Ratu memutar bola matanya. Selalu saja seperti ini. Kadang Ratu bingung sendiri mau memberi hadiah apa kepada orang tuanya, orang mereka juga bisa beli sendiri.
“Sampai kapan kamu jadi perawan terus, Rat? Umurmu sudah tiga puluh, lho,” tambah Bu Danaswara – ibu kandung Ratu sendiri.
“Cowok itu semuanya b******k kecuali Ayah, Bu. Ya masa Ratu mau nikah sama mereka. Yang benar saja. Mereka pasti kalau nikah cuma mau mengincar harta Ratu, ya kan? Nggak ada yang namanya cinta. Ratu juga nggak mau ya takluk sama cowok.”
Mempunyai nama Ratu itu sebuah kebanggan sendiri. Ratu berbeda dengan seorang putri. Ratu tidak perlu meminta untuk diselamatkan oleh siapa pun. Tidak seperti putri yang sedikit-sedikit meminta diselamatkan oleh pangeran. Ketika di istana yang dan disekap naga saja, putri hanya menunggu, sedang kalau seorang ratu pasti melawan. Dia berjalan di atas kakinya sendiri tanpa bantuan siapa pun. Maka dari itu Ratu tidak percaya cinta, dia hanya percaya kekuasaan.
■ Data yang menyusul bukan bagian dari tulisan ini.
"""Section 7, appendix: environment, the study file as run, the shard table."""

from __future__ import annotations

from estbench.report import data as report_data
from estbench.report.model import ReportModel
from estbench.report.sections.base import SectionInputs

#: The entry of the page's table of contents.
TITLE = "Appendix: study file, environment, shards"
#: The name the template gives this section's content.
KEY = "appendix"

#: Shards listed in the appendix; the rest are counted.
SHARDS_LISTED = 500


def appendix(model: ReportModel, con) -> dict:
    shards, total = report_data.shard_list(con, SHARDS_LISTED)
    return {"environments": report_data.environments(con), "shards": shards, "shards_total": total,
            "study_yaml": model.study["study_yaml"]}


def build(inputs: SectionInputs) -> dict:
    return appendix(inputs.model, inputs.con)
“Ada satu pria teman ayah yang tidak pernah peduli pada harta, Rat. Dan kamu harus menikah dengannya. Kalau tidak, semua aset ayah, akan ayah jual dan sumbangkan ke dinas sosial,” tandas Pak Danaswara. Dia sudah sangat bosan menasehati putri semata wayangnya. Sedari umur dua puluh tujuh sampai sekarang, dia tidak pernah absen sehari pun menasehati putrinya untuk menikah, tapi hasilnya? Nol besar.
“Tapi Yah!”
“Keputusan Ayah sudah bulat. Menikah atau semua aset akan Ayah berikan kepada dinas sosial,” ulang Pak Danaswara. Dia meletakkan sebuah foto di depan Ratu sebelum akhirnya dia pergi meninggalkan putrinya sendirian. Istrinya pun mengikuti Pak Danaswara dari belakang.
Ratu menghela napas. Dia pun mengambil foto yang diberikan ayahnya. Sebuah foto yang menampilkan seorang pemuda dengan perawakan tinggi, hidung mancung, rambut cokelat, dan mata biru.
“Really?” desah Ratu.
Dia tak menyangka harus menikah dengan orang yang ada di foto ini. Memangnya siapa dia sampai Ayah Ratu bisa yakin dengan pria seperti. Siapa gerangan pemuda dengan senyum sedikit manis seperti ini mampu membuat ayahnya yakin akan menjadikannya mantu.
“Aku akan cari tahu siapa lelaki ini? Seberapa pantas sih kamu jadi calon aku. Enak aja mau jadi bagian dari keluarga Ratu,” desis Ratu kesal.
Ratu menaruh foto yang diberikan ayahnya ke dompetnya. Dia jinjing tas shopper bag-nya dan pergi. Ada latihan taekwondo yang harus dia hadiri hari ini.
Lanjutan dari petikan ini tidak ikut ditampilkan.